### Dataset items
"""

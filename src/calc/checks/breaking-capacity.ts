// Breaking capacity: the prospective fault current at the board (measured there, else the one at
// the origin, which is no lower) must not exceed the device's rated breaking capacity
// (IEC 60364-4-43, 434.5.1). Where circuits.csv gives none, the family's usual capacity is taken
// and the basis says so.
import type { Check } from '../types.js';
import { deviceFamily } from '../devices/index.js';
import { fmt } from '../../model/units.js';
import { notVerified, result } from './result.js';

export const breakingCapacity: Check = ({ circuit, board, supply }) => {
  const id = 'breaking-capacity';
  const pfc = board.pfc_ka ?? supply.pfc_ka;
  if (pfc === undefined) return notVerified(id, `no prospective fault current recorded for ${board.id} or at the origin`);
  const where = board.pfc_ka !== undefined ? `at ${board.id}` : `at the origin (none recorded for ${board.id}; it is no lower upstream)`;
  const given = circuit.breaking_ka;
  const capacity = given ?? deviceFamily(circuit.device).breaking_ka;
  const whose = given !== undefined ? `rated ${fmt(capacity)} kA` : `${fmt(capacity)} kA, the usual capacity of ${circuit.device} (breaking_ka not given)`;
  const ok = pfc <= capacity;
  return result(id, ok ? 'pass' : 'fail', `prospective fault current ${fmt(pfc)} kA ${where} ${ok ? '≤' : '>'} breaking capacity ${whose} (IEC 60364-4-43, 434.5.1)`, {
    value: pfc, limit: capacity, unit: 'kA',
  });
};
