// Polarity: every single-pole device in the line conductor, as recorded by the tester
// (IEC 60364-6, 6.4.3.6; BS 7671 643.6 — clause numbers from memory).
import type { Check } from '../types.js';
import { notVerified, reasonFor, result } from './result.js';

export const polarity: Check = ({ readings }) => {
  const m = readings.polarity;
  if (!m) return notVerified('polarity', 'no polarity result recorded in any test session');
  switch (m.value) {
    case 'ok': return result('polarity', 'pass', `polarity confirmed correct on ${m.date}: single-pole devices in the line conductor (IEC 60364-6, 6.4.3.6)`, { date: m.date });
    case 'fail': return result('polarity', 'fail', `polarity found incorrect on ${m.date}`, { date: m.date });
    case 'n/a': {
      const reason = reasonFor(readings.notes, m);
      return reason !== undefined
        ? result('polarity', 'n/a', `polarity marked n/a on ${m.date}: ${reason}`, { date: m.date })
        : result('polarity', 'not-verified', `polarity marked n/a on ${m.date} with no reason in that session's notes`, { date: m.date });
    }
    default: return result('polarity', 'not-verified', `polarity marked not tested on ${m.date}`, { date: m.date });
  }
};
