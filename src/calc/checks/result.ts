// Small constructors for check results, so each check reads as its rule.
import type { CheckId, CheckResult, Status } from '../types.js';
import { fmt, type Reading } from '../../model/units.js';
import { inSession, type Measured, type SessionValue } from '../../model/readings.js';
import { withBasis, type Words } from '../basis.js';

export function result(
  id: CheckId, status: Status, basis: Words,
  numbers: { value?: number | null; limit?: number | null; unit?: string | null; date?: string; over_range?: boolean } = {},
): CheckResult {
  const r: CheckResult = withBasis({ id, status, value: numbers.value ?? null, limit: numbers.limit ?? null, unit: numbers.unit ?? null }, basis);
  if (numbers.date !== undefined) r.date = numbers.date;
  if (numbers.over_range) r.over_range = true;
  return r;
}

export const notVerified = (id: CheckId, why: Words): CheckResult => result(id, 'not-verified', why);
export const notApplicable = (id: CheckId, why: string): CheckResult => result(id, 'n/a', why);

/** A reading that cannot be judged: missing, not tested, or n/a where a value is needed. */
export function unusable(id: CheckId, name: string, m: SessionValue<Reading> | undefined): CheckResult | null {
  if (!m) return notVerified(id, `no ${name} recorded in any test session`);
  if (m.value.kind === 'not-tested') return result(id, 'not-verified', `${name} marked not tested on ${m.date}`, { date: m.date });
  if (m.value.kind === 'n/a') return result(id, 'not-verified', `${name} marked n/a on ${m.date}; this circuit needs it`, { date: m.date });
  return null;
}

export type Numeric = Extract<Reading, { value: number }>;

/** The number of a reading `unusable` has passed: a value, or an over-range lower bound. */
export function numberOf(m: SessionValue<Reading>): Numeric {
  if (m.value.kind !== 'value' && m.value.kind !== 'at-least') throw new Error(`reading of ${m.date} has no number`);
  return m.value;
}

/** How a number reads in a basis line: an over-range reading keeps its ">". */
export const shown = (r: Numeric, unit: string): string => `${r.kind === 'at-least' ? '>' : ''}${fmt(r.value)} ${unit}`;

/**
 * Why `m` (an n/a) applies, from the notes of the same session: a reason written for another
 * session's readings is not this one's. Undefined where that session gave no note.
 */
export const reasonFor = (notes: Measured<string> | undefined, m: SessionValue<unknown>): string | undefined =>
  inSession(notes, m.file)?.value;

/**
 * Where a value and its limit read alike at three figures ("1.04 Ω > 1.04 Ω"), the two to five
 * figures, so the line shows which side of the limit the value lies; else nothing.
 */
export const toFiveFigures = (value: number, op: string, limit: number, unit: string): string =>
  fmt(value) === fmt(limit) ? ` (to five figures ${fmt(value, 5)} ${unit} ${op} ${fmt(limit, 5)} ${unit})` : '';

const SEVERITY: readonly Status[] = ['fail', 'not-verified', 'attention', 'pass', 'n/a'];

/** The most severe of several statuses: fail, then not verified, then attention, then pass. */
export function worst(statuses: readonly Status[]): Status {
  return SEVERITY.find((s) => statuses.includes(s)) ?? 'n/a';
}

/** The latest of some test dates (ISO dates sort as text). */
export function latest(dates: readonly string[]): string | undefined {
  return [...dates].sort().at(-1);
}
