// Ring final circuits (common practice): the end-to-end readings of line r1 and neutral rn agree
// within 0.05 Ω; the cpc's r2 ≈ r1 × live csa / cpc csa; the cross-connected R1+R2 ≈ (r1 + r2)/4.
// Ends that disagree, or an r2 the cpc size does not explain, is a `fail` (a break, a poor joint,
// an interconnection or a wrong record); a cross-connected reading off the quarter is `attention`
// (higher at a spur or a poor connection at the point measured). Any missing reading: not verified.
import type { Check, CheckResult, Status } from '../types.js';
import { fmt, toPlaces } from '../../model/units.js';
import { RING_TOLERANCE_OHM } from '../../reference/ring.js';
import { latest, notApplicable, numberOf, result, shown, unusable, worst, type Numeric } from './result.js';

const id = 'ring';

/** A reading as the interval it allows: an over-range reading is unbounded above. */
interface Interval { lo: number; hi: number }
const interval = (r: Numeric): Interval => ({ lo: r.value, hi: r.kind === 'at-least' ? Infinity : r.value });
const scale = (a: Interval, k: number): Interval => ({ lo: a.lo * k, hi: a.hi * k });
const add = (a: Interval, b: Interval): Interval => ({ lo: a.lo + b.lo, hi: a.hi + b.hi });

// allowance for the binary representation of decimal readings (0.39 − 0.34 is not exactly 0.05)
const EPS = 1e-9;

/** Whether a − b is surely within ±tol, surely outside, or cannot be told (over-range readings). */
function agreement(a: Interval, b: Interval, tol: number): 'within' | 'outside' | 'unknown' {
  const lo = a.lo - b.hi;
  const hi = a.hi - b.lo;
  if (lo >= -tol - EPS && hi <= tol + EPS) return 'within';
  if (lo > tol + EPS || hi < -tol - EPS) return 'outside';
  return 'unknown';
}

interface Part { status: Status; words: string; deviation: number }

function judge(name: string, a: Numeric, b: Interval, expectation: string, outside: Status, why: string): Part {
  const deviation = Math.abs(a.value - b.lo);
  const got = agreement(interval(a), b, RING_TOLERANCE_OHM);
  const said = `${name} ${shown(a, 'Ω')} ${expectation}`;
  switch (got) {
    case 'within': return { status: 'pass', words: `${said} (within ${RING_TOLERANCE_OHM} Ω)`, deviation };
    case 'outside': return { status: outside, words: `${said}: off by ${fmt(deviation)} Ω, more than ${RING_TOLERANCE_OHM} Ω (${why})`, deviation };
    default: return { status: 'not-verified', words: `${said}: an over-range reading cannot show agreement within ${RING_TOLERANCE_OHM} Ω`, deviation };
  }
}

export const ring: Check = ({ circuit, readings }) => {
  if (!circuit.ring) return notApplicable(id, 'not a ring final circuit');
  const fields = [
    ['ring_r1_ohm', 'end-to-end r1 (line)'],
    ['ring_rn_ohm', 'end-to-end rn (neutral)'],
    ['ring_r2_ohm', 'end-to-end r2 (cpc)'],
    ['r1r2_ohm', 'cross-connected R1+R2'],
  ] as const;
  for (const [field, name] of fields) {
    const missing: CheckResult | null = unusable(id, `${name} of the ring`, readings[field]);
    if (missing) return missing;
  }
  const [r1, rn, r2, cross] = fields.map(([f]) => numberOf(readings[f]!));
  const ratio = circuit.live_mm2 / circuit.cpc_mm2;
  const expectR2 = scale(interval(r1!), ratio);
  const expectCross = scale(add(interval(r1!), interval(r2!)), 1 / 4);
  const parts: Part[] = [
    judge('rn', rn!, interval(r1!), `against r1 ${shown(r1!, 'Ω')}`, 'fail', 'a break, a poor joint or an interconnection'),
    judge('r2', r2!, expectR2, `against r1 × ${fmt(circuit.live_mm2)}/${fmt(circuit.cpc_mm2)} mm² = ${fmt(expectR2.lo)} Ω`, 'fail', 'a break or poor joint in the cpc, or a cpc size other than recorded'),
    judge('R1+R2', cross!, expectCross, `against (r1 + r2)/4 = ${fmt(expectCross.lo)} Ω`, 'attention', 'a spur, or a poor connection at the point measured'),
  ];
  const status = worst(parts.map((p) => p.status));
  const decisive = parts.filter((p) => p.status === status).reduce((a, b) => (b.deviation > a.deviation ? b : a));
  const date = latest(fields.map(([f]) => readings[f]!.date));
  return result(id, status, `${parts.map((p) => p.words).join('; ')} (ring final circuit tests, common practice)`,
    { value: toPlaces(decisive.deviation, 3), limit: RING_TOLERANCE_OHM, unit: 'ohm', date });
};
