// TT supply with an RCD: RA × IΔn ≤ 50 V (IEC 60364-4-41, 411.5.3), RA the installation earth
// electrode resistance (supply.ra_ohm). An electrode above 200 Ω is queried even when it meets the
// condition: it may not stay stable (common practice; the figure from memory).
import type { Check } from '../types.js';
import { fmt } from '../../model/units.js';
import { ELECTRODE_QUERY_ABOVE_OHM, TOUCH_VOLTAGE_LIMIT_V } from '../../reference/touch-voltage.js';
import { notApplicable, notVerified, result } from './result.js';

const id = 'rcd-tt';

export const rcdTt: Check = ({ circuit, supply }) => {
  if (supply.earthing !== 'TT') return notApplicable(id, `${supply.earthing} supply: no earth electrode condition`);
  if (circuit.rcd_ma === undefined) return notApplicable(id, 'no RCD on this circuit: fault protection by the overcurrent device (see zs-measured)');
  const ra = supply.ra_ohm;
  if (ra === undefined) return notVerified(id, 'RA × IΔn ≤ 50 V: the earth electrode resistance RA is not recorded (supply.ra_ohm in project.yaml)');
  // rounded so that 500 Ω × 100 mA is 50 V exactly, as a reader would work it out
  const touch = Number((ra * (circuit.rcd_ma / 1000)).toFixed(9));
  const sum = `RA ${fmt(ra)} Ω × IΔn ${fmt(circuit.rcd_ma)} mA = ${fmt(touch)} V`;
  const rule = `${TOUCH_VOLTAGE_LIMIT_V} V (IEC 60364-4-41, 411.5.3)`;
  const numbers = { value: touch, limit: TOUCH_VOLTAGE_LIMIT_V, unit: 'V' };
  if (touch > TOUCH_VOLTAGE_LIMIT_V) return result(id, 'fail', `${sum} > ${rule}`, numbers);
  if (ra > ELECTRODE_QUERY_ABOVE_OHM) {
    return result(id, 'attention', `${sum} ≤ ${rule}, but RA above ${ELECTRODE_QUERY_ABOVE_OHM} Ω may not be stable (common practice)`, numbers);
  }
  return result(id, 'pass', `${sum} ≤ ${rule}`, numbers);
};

"""
"""

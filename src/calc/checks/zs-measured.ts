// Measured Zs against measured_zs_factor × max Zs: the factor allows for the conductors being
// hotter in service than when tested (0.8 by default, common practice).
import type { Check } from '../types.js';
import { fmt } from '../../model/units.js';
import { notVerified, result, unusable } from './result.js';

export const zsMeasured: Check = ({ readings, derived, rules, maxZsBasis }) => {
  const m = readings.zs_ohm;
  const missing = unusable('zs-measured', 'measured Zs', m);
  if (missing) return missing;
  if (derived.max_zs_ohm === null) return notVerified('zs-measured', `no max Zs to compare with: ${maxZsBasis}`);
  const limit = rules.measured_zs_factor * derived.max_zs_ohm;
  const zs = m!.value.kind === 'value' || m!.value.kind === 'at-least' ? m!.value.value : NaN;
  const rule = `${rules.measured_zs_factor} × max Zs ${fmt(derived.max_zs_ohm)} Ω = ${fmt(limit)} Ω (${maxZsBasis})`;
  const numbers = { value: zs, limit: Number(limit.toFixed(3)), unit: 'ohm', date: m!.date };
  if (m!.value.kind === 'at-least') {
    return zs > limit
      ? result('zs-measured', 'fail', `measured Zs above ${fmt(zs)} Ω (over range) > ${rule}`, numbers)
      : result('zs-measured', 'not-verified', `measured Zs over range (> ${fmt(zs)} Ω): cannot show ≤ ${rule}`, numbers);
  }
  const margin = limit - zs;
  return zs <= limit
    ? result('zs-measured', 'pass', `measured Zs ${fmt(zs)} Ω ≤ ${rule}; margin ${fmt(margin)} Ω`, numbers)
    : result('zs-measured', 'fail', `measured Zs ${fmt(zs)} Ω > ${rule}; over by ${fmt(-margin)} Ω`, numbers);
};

"""

### Problem to work on
Looking back over the data above, restate word for word the lines that begin at the line with "const hi = a.hi - b.lo;" and end at the line with "case 'within': return", inclusive.

### Answer section
  const hi = a.hi - b.lo;
  if (lo >= -tol - EPS && hi <= tol + EPS) return 'within';
  if (lo > tol + EPS || hi < -tol - EPS) return 'outside';
  return 'unknown';
}

interface Part { status: Status; words: string; deviation: number }

function judge(name: string, a: Numeric, b: Interval, expectation: string, outside: Status, why: string): Part {
  const deviation = Math.abs(a.value - b.lo);
  const got = agreement(interval(a), b, RING_TOLERANCE_OHM);
  const said = `${name} ${shown(a, 'Ω')} ${expectation}`;
  switch (got) {
    case 'within': return { status: 'pass', words: `${said} (within ${RING_TOLERANCE_OHM} Ω)`, deviation };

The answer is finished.